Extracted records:

@pytest.mark.parametrize("wrong", [{"kind": "sextant"}, {"baseline_km": 0.0}, {"spare_mm": np.nan}, {"name": " "},
                                   {"strained_from": 5.0, "broken_from": 2.0}, {"strained_from": 0.0,
                                   "broken_from": 2.0}])  # fmt: skip
def test_a_use_outside_its_range_is_refused(wrong):
    with pytest.raises(Refused, match="Use: "):
        Use(**({"name": "a", "kind": "ground"} | wrong))
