test("a code outside the four is unseen, never good", () => {
  assert.equal(runs([9, 9], TIMES.slice(0, 2))[0].state, "unseen");
});

test("keys: 5 minutes, an hour with shift, the day's ends, and no further", () => {
  const at = (key, shift, index) => keyStep(key, shift, index, TIMES);
  assert.equal(at("ArrowRight", false, 10), 11);
  assert.equal(at("ArrowLeft", false, 10), 9);
  assert.equal(at("ArrowRight", true, 10), 22);
  assert.equal(at("ArrowLeft", true, 10), 0);
  assert.equal(at("Home", false, 99), 0);
  assert.equal(at("End", false, 99), 287);
  assert.equal(at("ArrowRight", false, 287), 287);
  assert.equal(at("a", false, 10), null);
  const quarters = TIMES.filter((_, i) => i % 3 === 0);
  assert.equal(keyStep("ArrowRight", false, 0, quarters), 1, "coarser maps: one map a step");
  assert.equal(keyStep("ArrowRight", true, 0, quarters), 4);
});

test("the strip fits its width; flags that overlap get lanes of their own", () => {
  const rows = [{ name: "a", codes: TIMES.map(() => 1) }, { name: "b", codes: TIMES.map((_, i) => (i % 2 ? 2 : 1)) }];
  const figure = stripFigure({ rows, times: TIMES, flags: [FLAG, { ...FLAG, start: FLAG.start + 1 }], width: 640, rowHeight: 20, zone: "Australia/Hobart" });
  for (const row of [0, 1]) {
    const width = figure.bars.filter((bar) => bar.row === row).reduce((sum, bar) => sum + bar.width, 0);
    assert.ok(Math.abs(width - 640) < 2.9, String(width));
  }
  assert.notEqual(figure.marks[0].y, figure.marks[1].y);
  assert.equal(figure.ticks.length, 24);
  assert.deepEqual([figure.ticks[0].utc, figure.ticks[0].local], ["00:00", "10:00"]);
  assert.equal(nearest(TIMES, DAY + 5 * 60 * MINUTE), 60);
});

test("a band leaves gaps open and turns back along its lower edge", () => {
  const { x, y } = bandOutline(["a", "b", "c", "d"], [2, 3, null, 5], [1, 1, null, 4]);
  assert.deepEqual(x, ["a", "b", "b", "a", null, "d", "d"]);
  assert.deepEqual(y, [2, 3, 1, 1, null, 5, 4]);
});

test("the series has no line where nothing is known, and never below zero", () => {
  const series = { times: TIMES.slice(0, 3), delay: [1, NaN, 0.1], sigma: [0.2, NaN, 0.3], slope: [1, 1, 1] };
  const figure = seriesFigure({ series, span: [TIMES[0], TIMES[2]], theme: "day", clock: "utc", zone: "UTC", top: 10 });
  assert.deepEqual(named(figure, "delay").y, [1, null, 0.1]);
  assert.equal(named(figure, "delay").connectgaps, false);
  assert.equal(named(figure, "other"), undefined);
  const beside = seriesFigure({ series, other: [2, NaN, 12], span: [TIMES[0], TIMES[2]], theme: "day", clock: "utc", zone: "UTC", top: 10 });
  assert.deepEqual(named(beside, "other").y, [2, null, 12]);
  assert.equal(beside.layout.yaxis.range[1], 12);
  assert.ok(named(figure, "band").y.every((v) => v === null || v >= 0));
});

test("the delay of other days at the same times of day: their median, where most tell one", () => {
  const own = [DAY, DAY + 30 * MINUTE, DAY + 300 * MINUTE];
  const shifts = [-1, -2, -3].map((days) => days * 86400000);
  const others = [[1, 5], [2, NaN], [9, NaN]].map((delay, i) => ({ times: own.slice(0, 2).map((ms) => ms + shifts[i] + 4 * MINUTE), delay }));
  assert.deepEqual(medianDelay(others, shifts, own), [2, NaN, NaN]);
});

__TASK DIRECTIONS__
Returned text must match every record word for word.

__RESPONSE AREA__
@pytest.mark.parametrize("wrong", [{"kind": "sextant"}, {"baseline_km": 0.0}, {"spare_mm": np.nan}, {"name": " "},
                                   {"strained_from": 5.0, "broken_from": 2.0}, {"strained_from": 0.0,
                                   "broken_from": 2.0}])  # fmt: skip
def test_a_use_outside_its_range_is_refused(wrong):
    with pytest.raises(Refused, match="Use: "):
        Use(**({"name": "a", "kind": "ground"} | wrong))
test("a code outside the four is unseen, never good", () => {
  assert.equal(runs([9, 9], TIMES.slice(0, 2))[0].state, "unseen");
});

test("keys: 5 minutes, an hour with shift, the day's ends, and no further", () => {
  const at = (key, shift, index) => keyStep(key, shift, index, TIMES);
  assert.equal(at("ArrowRight", false, 10), 11);
  assert.equal(at("ArrowLeft", false, 10), 9);
  assert.equal(at("ArrowRight", true, 10), 22);
  assert.equal(at("ArrowLeft", true, 10), 0);
  assert.equal(at("Home", false, 99), 0);
  assert.equal(at("End", false, 99), 287);
  assert.equal(at("ArrowRight", false, 287), 287);
  assert.equal(at("a", false, 10), null);
  const quarters = TIMES.filter((_, i) => i % 3 === 0);
  assert.equal(keyStep("ArrowRight", false, 0, quarters), 1, "coarser maps: one map a step");
  assert.equal(keyStep("ArrowRight", true, 0, quarters), 4);
});

test("the strip fits its width; flags that overlap get lanes of their own", () => {
  const rows = [{ name: "a", codes: TIMES.map(() => 1) }, { name: "b", codes: TIMES.map((_, i) => (i % 2 ? 2 : 1)) }];
  const figure = stripFigure({ rows, times: TIMES, flags: [FLAG, { ...FLAG, start: FLAG.start + 1 }], width: 640, rowHeight: 20, zone: "Australia/Hobart" });
  for (const row of [0, 1]) {
    const width = figure.bars.filter((bar) => bar.row === row).reduce((sum, bar) => sum + bar.width, 0);
    assert.ok(Math.abs(width - 640) < 2.9, String(width));
  }
  assert.notEqual(figure.marks[0].y, figure.marks[1].y);
  assert.equal(figure.ticks.length, 24);
  assert.deepEqual([figure.ticks[0].utc, figure.ticks[0].local], ["00:00", "10:00"]);
  assert.equal(nearest(TIMES, DAY + 5 * 60 * MINUTE), 60);
});

test("a band leaves gaps open and turns back along its lower edge", () => {
  const { x, y } = bandOutline(["a", "b", "c", "d"], [2, 3, null, 5], [1, 1, null, 4]);
  assert.deepEqual(x, ["a", "b", "b", "a", null, "d", "d"]);
  assert.deepEqual(y, [2, 3, 1, 1, null, 5, 4]);
});

test("the series has no line where nothing is known, and never below zero", () => {
  const series = { times: TIMES.slice(0, 3), delay: [1, NaN, 0.1], sigma: [0.2, NaN, 0.3], slope: [1, 1, 1] };
  const figure = seriesFigure({ series, span: [TIMES[0], TIMES[2]], theme: "day", clock: "utc", zone: "UTC", top: 10 });
  assert.deepEqual(named(figure, "delay").y, [1, null, 0.1]);
  assert.equal(named(figure, "delay").connectgaps, false);
  assert.equal(named(figure, "other"), undefined);
  const beside = seriesFigure({ series, other: [2, NaN, 12], span: [TIMES[0], TIMES[2]], theme: "day", clock: "utc", zone: "UTC", top: 10 });
  assert.deepEqual(named(beside, "other").y, [2, null, 12]);
  assert.equal(beside.layout.yaxis.range[1], 12);
  assert.ok(named(figure, "band").y.every((v) => v === null || v >= 0));
});

test("the delay of other days at the same times of day: their median, where most tell one", () => {
  const own = [DAY, DAY + 30 * MINUTE, DAY + 300 * MINUTE];
  const shifts = [-1, -2, -3].map((days) => days * 86400000);
  const others = [[1, 5], [2, NaN], [9, NaN]].map((delay, i) => ({ times: own.slice(0, 2).map((ms) => ms + shifts[i] + 4 * MINUTE), delay }));
  assert.deepEqual(medianDelay(others, shifts, own), [2, NaN, NaN]);
});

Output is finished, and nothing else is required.